Anne Sexton: Poems Symbols, Allegory and Motifs

Institutionalization

Let’s be clear: when Anne Sexton writes confessional poetry about the experience of being institutionalized for mental health problems, she is not engaging symbolism or attempting allegory. As with so much of Sexton’s poetry (though not all of Sexton’s verse as is mistakenly assumed by some), the poems featuring a recurring motif of experiences in these kinds of mental health facilities is strongly autobiographical. The very title of her first collection indicates the status that such experiences had in the formation of her poetic voice: To Bedlam and Part Way Back.

Imprisoned Women

The mental institution can be interpreted as a place of escape from the real world outside, but also carry connotations of imprisonment. Imprisonment associated with being a woman in society is primarily a figurative motif in the works of Sexton up until it becomes the dominant metaphor in the collection Transformations. This work is devoted to reinterpreting familiar fairy tales to ironically reveal the symbolism of imprisonment in the stories of heroines like Snow White, Cinderella, and Rapunzel.

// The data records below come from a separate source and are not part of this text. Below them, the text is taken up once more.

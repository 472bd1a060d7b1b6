"""Image sizes of one filter for the whole night: tabulated once, looked up by the million.

Everything but seeing and airmass is fixed for a night, so each filter's sizes are a smooth surface
over (ln seeing, q), where q = asinh(8 tan z) is even near the zenith and logarithmic low down.
Direct convolutions on a coarse grid of (atmospheric FWHM, q), where they share their transfer
functions, are splined onto a fine grid of (seeing, q) that linear interpolation can read.
"""

from __future__ import annotations

import math
from collections.abc import Callable
from dataclasses import dataclass, replace

import numpy as np
from numpy.typing import ArrayLike, NDArray

from engine.image.contour import sizes_and_peaks
from engine.image.dispersion import tan_zenith_distance
from engine.image.spline import spline
from engine.image.transfer import Blur, Floats, atmosphere_factor

LEAST_SEEING_ARCSEC = 0.1
MOST_SEEING_ARCSEC = 20.0
MOST_AIRMASS = 40.0
"""Above every model's horizon (Pickering's is 38.7); airmasses beyond are taken as this."""

_STRETCH = 8.0
_LN_LEAST, _LN_MOST = math.log(LEAST_SEEING_ARCSEC), math.log(MOST_SEEING_ARCSEC)
_MOST_Q = math.asinh(_STRETCH * math.sqrt(MOST_AIRMASS**2 - 1.0))

SEEING_ROWS, AIRMASS_COLUMNS = 134, 130
"""Steps of 0.04 in ln seeing and 0.05 in q: linear interpolation errs by less than 0.05 %."""

COARSE_ROWS, COARSE_COLUMNS = 24, 26
"""Steps of about 0.33 in ln FWHM and 0.26 in q, for cubic splines."""


@dataclass(frozen=True, slots=True)
class Position:
    """Where values fall on one axis of the table: the cell below and the way into it, 0 to 1.

    ``weight`` is NaN where there is nothing to look up.
    """

    cell: NDArray[np.intp]
    weight: Floats


def _position(coordinate: Floats, last_cell: int) -> Position:
    valid = ~np.isnan(coordinate)
    cell = np.where(valid, coordinate, 0.0).astype(np.intp)
    np.minimum(cell, last_cell, out=cell)
    return Position(cell, coordinate - cell)


def seeing_position(seeing_arcsec: Floats) -> Position:
    """Place zenith seeings (arcsec) on the table's rows; NaN or not positive gives NaN.

    Values beyond the table count as its ends; `beyond` says what to do above.
    """
    step = (_LN_MOST - _LN_LEAST) / (SEEING_ROWS - 1)
    clipped = np.clip(seeing_arcsec, LEAST_SEEING_ARCSEC, MOST_SEEING_ARCSEC)
    rows = (np.log(clipped) - _LN_LEAST) / step
    return _position(np.where(seeing_arcsec > 0.0, rows, np.nan), SEEING_ROWS - 2)


def beyond(seeing_arcsec: Floats) -> Floats:
    """Return the factor on sizes above the table, where the atmosphere is all there is."""
    return np.asarray(np.maximum(seeing_arcsec / MOST_SEEING_ARCSEC, 1.0))


def airmass_position(airmass: Floats) -> Position:
    """Place airmasses on the table's columns; NaN or not positive gives NaN, below 1 counts as 1.

    Airmasses above 40 count as 40.
    """
    step = _MOST_Q / (AIRMASS_COLUMNS - 1)
    clipped = np.minimum(airmass, MOST_AIRMASS)
    columns = np.arcsinh(_STRETCH * tan_zenith_distance(clipped)) / step
    return _position(np.where(airmass > 0.0, columns, np.nan), AIRMASS_COLUMNS - 2)


@dataclass(frozen=True, slots=True)
class Table:
    """Sizes (arcsec) and central intensities of one filter, (SEEING_ROWS, AIRMASS_COLUMNS)."""

    size_arcsec: Floats
    peak_per_arcsec2: Floats


def build_table(blur: Blur, dispersion_arcsec: Callable[[ArrayLike], Floats]) -> Table:
    """Tabulate one filter: its fixed blurs, and how its dispersion grows with airmass.

    The atmosphere and dispersion in ``blur`` are ignored.
    """
    coarse_q = np.linspace(0.0, _MOST_Q, COARSE_COLUMNS)
    fine_q = np.linspace(0.0, _MOST_Q, AIRMASS_COLUMNS)
    factor = atmosphere_factor(blur.wavelength_nm, _airmass_at(fine_q))
    ln_least = _LN_LEAST + math.log(factor[0])
    ln_most = _LN_MOST + math.log(factor[-1])
    coarse_ln = np.linspace(ln_least, ln_most, COARSE_ROWS)
    smears = dispersion_arcsec(_airmass_at(coarse_q))
    computed = [
        sizes_and_peaks(replace(blur, atmosphere_arcsec=float(each)), smears)
        for each in np.exp(coarse_ln)
    ]
    ln_sizes, ln_peaks = np.log(np.array(computed)).transpose(1, 0, 2)
    fine_ln = np.linspace(_LN_LEAST, _LN_MOST, SEEING_ROWS)
    rows = (fine_ln[:, None] + np.log(factor) - ln_least) / (coarse_ln[1] - coarse_ln[0])
    columns = fine_q / (coarse_q[1] - coarse_q[0])

    def refined(coarse: Floats) -> Floats:
        return np.asarray(np.exp(spline(spline(coarse.T, columns).T, rows)))

    return Table(refined(ln_sizes), refined(ln_peaks))


def _airmass_at(q: Floats) -> Floats:
    return np.asarray(np.sqrt(1.0 + (np.sinh(q) / _STRETCH) ** 2))


def look_up(surface: Floats, row: Position, column: Position) -> Floats:
    """Return a table's surface at positions that broadcast, by bilinear interpolation."""
    flat = surface.ravel()
    corner = row.cell * surface.shape[1] + column.cell

    def along_row() -> Floats:
        left, right = flat.take(corner), flat.take(corner + 1)
        return np.asarray(left + (right - left) * column.weight)

    upper = along_row()
    corner += surface.shape[1]
    return np.asarray(upper + (along_row() - upper) * row.weight)


def column_at(surface: Floats, airmass: float) -> Floats:
    """Return one column (SEEING_ROWS,) of the surface, at a single airmass."""
    position = airmass_position(np.asarray(airmass))
    rows = Position(np.arange(SEEING_ROWS - 1), np.zeros(SEEING_ROWS - 1))
    last = Position(np.array([SEEING_ROWS - 2]), np.ones(1))
    return np.concatenate([look_up(surface, each, position) for each in (rows, last)])


def seeing_at_row(row: float) -> float:
    """Return the zenith seeing (arcsec) of a row, whole or between two."""
    return math.exp(_LN_LEAST + row * (_LN_MOST - _LN_LEAST) / (SEEING_ROWS - 1))
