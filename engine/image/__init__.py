"""Image size: how large stars will be in each filter, and which blur is to blame.

Every blur (atmosphere, diffraction, optics, tracking, dispersion, pixel) is a transfer function;
their product, transformed, is the image, whose area above half its peak is its size. Tables make
that quick enough for every target at every minute of the night.
"""

from __future__ import annotations

from engine.image.dispersion import dispersion_arcsec, filter_dispersion_arcsec, refractivity
from engine.image.model import ImageModel
from engine.image.prepared import Prepared
from engine.image.terms import ImageSize, Terms, blame

__all__ = [
    "ImageModel",
    "ImageSize",
    "Prepared",
    "Terms",
    "blame",
    "dispersion_arcsec",
    "filter_dispersion_arcsec",
    "refractivity",
]
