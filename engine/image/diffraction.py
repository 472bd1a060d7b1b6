"""Diffraction by a round pupil with a central obstruction, in closed form."""

from __future__ import annotations

import math

import numpy as np

from engine.image.transfer import Floats
from engine.logbook.observatory import ARCSEC_PER_RADIAN


def bessel_j1(x: Floats) -> Floats:
    """Return the Bessel function J₁ for x of 0 or more.

    Polynomials of Abramowitz & Stegun 9.4.4 and 9.4.6, right to 1e-7 or better.
    """
    near = np.square(np.minimum(x, 3.0) / 3.0)
    small = x * np.polynomial.polynomial.polyval(
        near, [0.5, -0.56249985, 0.21093573, -0.03954289, 0.00443319, -0.00031761, 0.00001109]
    )
    safe = np.maximum(x, 3.0)
    size = np.polynomial.polynomial.polyval(
        3.0 / safe,
        [0.79788456, 0.00000156, 0.01659667, 0.00017105, -0.00249511, 0.00113653, -0.00020033],
    )
    phase = safe + np.polynomial.polynomial.polyval(
        3.0 / safe,
        [-2.35619449, 0.12499612, 0.00005650, -0.00637879, 0.00074348, 0.00079824, -0.00029166],
    )
    return np.asarray(np.where(x < 3.0, small, size * np.cos(phase) / np.sqrt(safe)))


def diffraction_amplitude(x: Floats, obstruction: float) -> Floats:
    """Return the amplitude of the pattern, 1 at its centre, at x = π D sin θ / λ above 0.

    2 [J₁(x) - ε J₁(εx)] / [x (1 - ε²)] with ε the obstruction by diameter (Born & Wolf 8.6.2; from
    memory). Its square is the intensity, its zeros are the dark rings.
    """
    through = bessel_j1(x) - obstruction * bessel_j1(obstruction * x)
    return np.asarray(2.0 * through / (x * (1.0 - obstruction**2)))


def diffraction_fwhm_arcsec(wavelength_nm: float, aperture_m: float, obstruction: float) -> float:
    """Return the FWHM (arcsec) of an aperture's diffraction pattern; 1.029 λ/D unobstructed."""
    x = np.linspace(
        1.0, 1.7, 3501
    )  # Half peak lies at 1.616 unobstructed, at 1.126 for a thin ring.
    intensity = diffraction_amplitude(x, obstruction) ** 2
    half_width = float(np.interp(-0.5, -intensity, x))
    return 2.0 * half_width / math.pi * wavelength_nm * 1e-9 / aperture_m * ARCSEC_PER_RADIAN
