"""The delivered image and its half-peak contour, from transfer functions, in two dimensions.

The image is even in both axes, so it is a cosine transform over one quadrant of frequencies:
P(x, y) = 4 ∫∫ T(fx, fy) cos 2πfx x cos 2πfy y dfx dfy, done with Gauss-Legendre nodes as two matrix
products. x runs along the vertical (dispersion), y across it, both along the sides of the pixels.
"""

from __future__ import annotations

import math
from dataclasses import dataclass, replace
from functools import cache

import numpy as np

from engine.image.transfer import Blur, Floats

LEAST_CONTRAST = 1e-5
"""Contrast below which frequencies are left out; the size changes by less than 1e-4."""

MOST_CYCLES = 80.0
"""Most cycles of the highest frequency across an image. Where pixel or dispersion are so much wider
than all round blurs that there would be more, edges are softened by 2 % of the image's width."""

RAYS = 12
"""Directions per quadrant in which the contour is found."""

STEPS = 12
"""Most steps of the root search along each ray; five are usual."""


@cache
def _legendre(count: int) -> tuple[Floats, Floats]:
    """Return Gauss-Legendre nodes and weights on 0..1."""
    nodes, weights = np.polynomial.legendre.leggauss(count)
    return 0.5 * (nodes + 1.0), 0.5 * weights


@dataclass(frozen=True, slots=True)
class _Axis:
    """Frequencies (cycles/arcsec) along one axis, with quadrature weights and edge softening."""

    frequency: Floats
    weight: Floats


def _axis(top: float, extent_arcsec: float, pixel_arcsec: float) -> _Axis:
    """Choose as many nodes as an image of this extent needs; fold in the pixel's sinc."""
    soft = top * extent_arcsec > MOST_CYCLES
    if soft:
        top = MOST_CYCLES / extent_arcsec
    unit, weight = _legendre(4 * math.ceil((14.0 + 1.7 * top * extent_arcsec) / 4.0))
    factor = np.sinc(unit * top * pixel_arcsec) * weight * top * 2.0
    if soft:
        factor *= np.exp(math.log(LEAST_CONTRAST) * unit**2)
    return _Axis(unit * top, factor)


class Image:
    """The delivered image of one blur for several lengths K of the dispersion's smear (arcsec).

    Intensities are shares of the star's light per square arcsec.
    """

    def __init__(self, blur: Blur, dispersion_arcsec: Floats) -> None:
        pixel = blur.pixel_arcsec
        longest = float(np.max(dispersion_arcsec))
        top = blur.highest_frequency(LEAST_CONTRAST)
        core = 1.5 / top
        if not math.isfinite(top):
            core = 0.0
            top = 2.0 * MOST_CYCLES / max(pixel, longest)
        along = _axis(top, core + pixel + longest, pixel)
        across = _axis(top, core + pixel, pixel)
        radius = np.hypot(along.frequency[:, None], across.frequency[None, :])
        self._fx, self._fy = along.frequency, across.frequency
        self._transfer = blur.round_transfer(radius) * along.weight[:, None] * across.weight
        self._smear = np.sinc(along.frequency[:, None] * dispersion_arcsec)
        self._half_width = core / 2.0, pixel / 2.0, dispersion_arcsec / 2.0
        self.peak: Floats = self.at(np.zeros((dispersion_arcsec.size, 1)), np.zeros((1, 1)))[:, 0]

    def at(self, x_arcsec: Floats, y_arcsec: Floats) -> Floats:
        """Return the intensity (K, J) at offsets that broadcast to (K, J)."""
        x, y = np.broadcast_arrays(x_arcsec, y_arcsec)
        count, rays = x.shape
        turn = 2.0 * math.pi
        inner = self._transfer @ np.cos(turn * self._fy[:, None] * y.ravel())
        inner *= np.cos(turn * self._fx[:, None] * x.ravel())
        by_smear = inner.reshape(-1, count, rays)
        return np.asarray(np.einsum("ikj,ik->kj", by_smear, self._smear))

    def half_peak_radii(self, cosine: Floats, sine: Floats) -> Floats:
        """Return (K, J) the scale s at which the image falls to half its peak.

        Along rays x = s cosine, y = s sine (arcsec, (K, J)), by bracketed secants (the Illinois
        rule) in s², in which a Gaussian core is nearly straight.
        """
        half = 0.5 * self.peak[:, None]
        low, high = np.zeros_like(cosine), np.ones_like(cosine)
        f_low = np.broadcast_to(half, cosine.shape).copy()
        f_high = self.at(cosine, sine) - half
        for _ in range(STEPS):
            outside = f_high > 0.0
            if not np.any(outside):
                break
            low, f_low = np.where(outside, high, low), np.where(outside, f_high, f_low)
            high = np.where(outside, 1.6 * high, high)
            root = np.sqrt(high)
            f_high = np.where(outside, self.at(root * cosine, root * sine) - half, f_high)
        # A sharp core in a wide halo (outer scale below 2 m) may still be bright there: end here.
        f_high = np.minimum(f_high, -1e-9 * half)
        trial = high
        for _ in range(STEPS):
            last, trial = trial, low + (high - low) * f_low / (f_low - f_high)
            if np.all(np.abs(trial - last) < 2e-4 * trial):
                break
            root = np.sqrt(trial)
            value = self.at(root * cosine, root * sine) - half
            inside = value > 0.0
            f_high = np.where(inside, np.where(last == low, 0.5 * f_high, f_high), value)
            f_low = np.where(inside, value, np.where(last == high, 0.5 * f_low, f_low))
            low, high = np.where(inside, trial, low), np.where(inside, high, trial)
        return np.asarray(np.sqrt(trial))

    def _guess(self) -> tuple[Floats, Floats]:
        """Return rough half-widths (arcsec) along and across the smear, each (K, 1)."""
        core, pixel, smear = self._half_width
        across = np.full_like(smear, (core**2.5 + pixel**2.5) ** 0.4)
        along = (across**2.5 + smear**2.5) ** 0.4
        return along[:, None], across[:, None]

    def half_widths_arcsec(self) -> tuple[Floats, Floats]:
        """Return the half-widths at half peak (K,) along the smear and across it."""
        along, across = self._guess()
        zero = np.zeros_like(along)
        scales = self.half_peak_radii(
            np.concatenate([along, zero], axis=1), np.concatenate([zero, across], axis=1)
        )
        return along[:, 0] * scales[:, 0], across[:, 0] * scales[:, 1]

    def size_arcsec(self) -> Floats:
        """Return the diameter (K,) of the circle as large as the area above half the peak.

        The contour is even in both axes, so equally spaced rays over a quadrant, stretched to the
        image's proportions, integrate its area with an error that falls exponentially.
        """
        along, across = self._guess()
        angle = (np.arange(RAYS) + 0.5) * (0.5 * math.pi / RAYS)
        scales = self.half_peak_radii(along * np.cos(angle), across * np.sin(angle))
        area = math.pi * along[:, 0] * across[:, 0] * np.mean(scales**2, axis=1)
        return np.asarray(2.0 * np.sqrt(area / math.pi))


def size_arcsec(blur: Blur) -> float:
    """Return the size (arcsec) of one image by direct convolution; see `Image.size_arcsec`."""
    return float(Image(blur, np.array([blur.dispersion_arcsec])).size_arcsec()[0])


def size_without(blur: Blur, **absent: float) -> float:
    """Return the size (arcsec) with some blurs changed, as in ``optics_arcsec=0.0``."""
    return size_arcsec(replace(blur, **absent))


def elongation(blur: Blur) -> float:
    """Return the image's width at half peak along the vertical over that across it."""
    along, across = Image(blur, np.array([blur.dispersion_arcsec])).half_widths_arcsec()
    return float(along[0] / across[0])


LONG_SMEAR = 8.0
"""Smears longer than so many widths of the rest are extrapolated: the area above half the peak then
grows by equal amounts with the length, and the peak falls as its inverse."""


def sizes_and_peaks(blur: Blur, dispersion_arcsec: Floats) -> tuple[Floats, Floats]:
    """Return sizes (K,) in arcsec and central intensities (K,) per arcsec², by direct convolution.

    For rising lengths (K,) of the smear; that of ``blur`` is ignored. Lengths share one transform,
    or a few when pixel or smear outweigh the round blurs.
    """
    top = blur.highest_frequency(LEAST_CONTRAST)
    width = 1.5 / top + blur.pixel_arcsec
    limit = LONG_SMEAR * width
    computed = dispersion_arcsec[dispersion_arcsec < limit]
    if computed.size < dispersion_arcsec.size:
        computed = np.append(computed, [limit, 1.25 * limit])
    extent = width + computed
    group = np.zeros(computed.size)
    if top * extent[-1] > MOST_CYCLES:
        group = np.floor(np.log2(extent / width))
    images = [Image(blur, computed[group == each]) for each in np.unique(group)]
    sizes = np.concatenate([image.size_arcsec() for image in images])
    peaks = np.concatenate([image.peak for image in images])
    far = np.maximum(dispersion_arcsec / limit, 1.0)
    near = np.minimum(np.arange(dispersion_arcsec.size), max(computed.size - 2, 0))
    if computed.size > 1 and computed[-1] > limit:
        growth = max(sizes[-1] ** 2 - sizes[-2] ** 2, 0.0) / 0.25
        return np.sqrt(sizes[near] ** 2 + growth * (far - 1.0)), peaks[near] / far
    return sizes, peaks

Non-Autobiographical Personae

Although famous for writing depressing poems obsessed with mental illness and death, Sexton could also flash a wicked sense of humor. Therefore, one must imagine that the plethora of apparently quite fictional characters populating much of her verse might well be intended as symbolic stand-ins for herself at least partly to confound critics of the confessional school of poetry, some of the most ferocious being her own instructors. Although she had no brothers, a handful of famous poems present stories about a brother that retains all the emotional cache of her unquestionably autobiographical work. “Doors, Doors, Doors” is like a miniature three-act play featuring the characters of the Old Man, the Seamstress, and the Young Girl. The mother of “Two Sons” also veers widely off the path of autobiographical, but resonates emotionally as a symbol for the autobiographical poet existing between the lines.

Death

Death is a common topic and theme in the poetry of Anne Sexton, but when read in retrospect knowing that all this obsession was leading toward an act of self-destruction, the omnipresence of death takes on a greater symbolic meaning. The very act of writing confessional poetry begins with an intention to admit, consider, penetrate and, one hopes, understand. That Sexton was one of the most prolific of confessional poets yet still ended her own life by her own hand implies that this attempt at coming to terms with her demons failed. The recurring motif of death in this sense serves to transform it from self-indulgent obsession into a symbol of escape. Death becomes the thing capable of doing what poetry has not.

Watercolors

Perhaps the most strikingly haunting use of a symbol in the entire canon of Anne Sexton is the metaphor which ironically closes the literally titled “For My Lover, Returning to His Wife.” The meaning of this symbolism slices so sharply into the heart that it requires absolutely no explication.

“She is solid.

As for me, I am a watercolor.

I wash off.”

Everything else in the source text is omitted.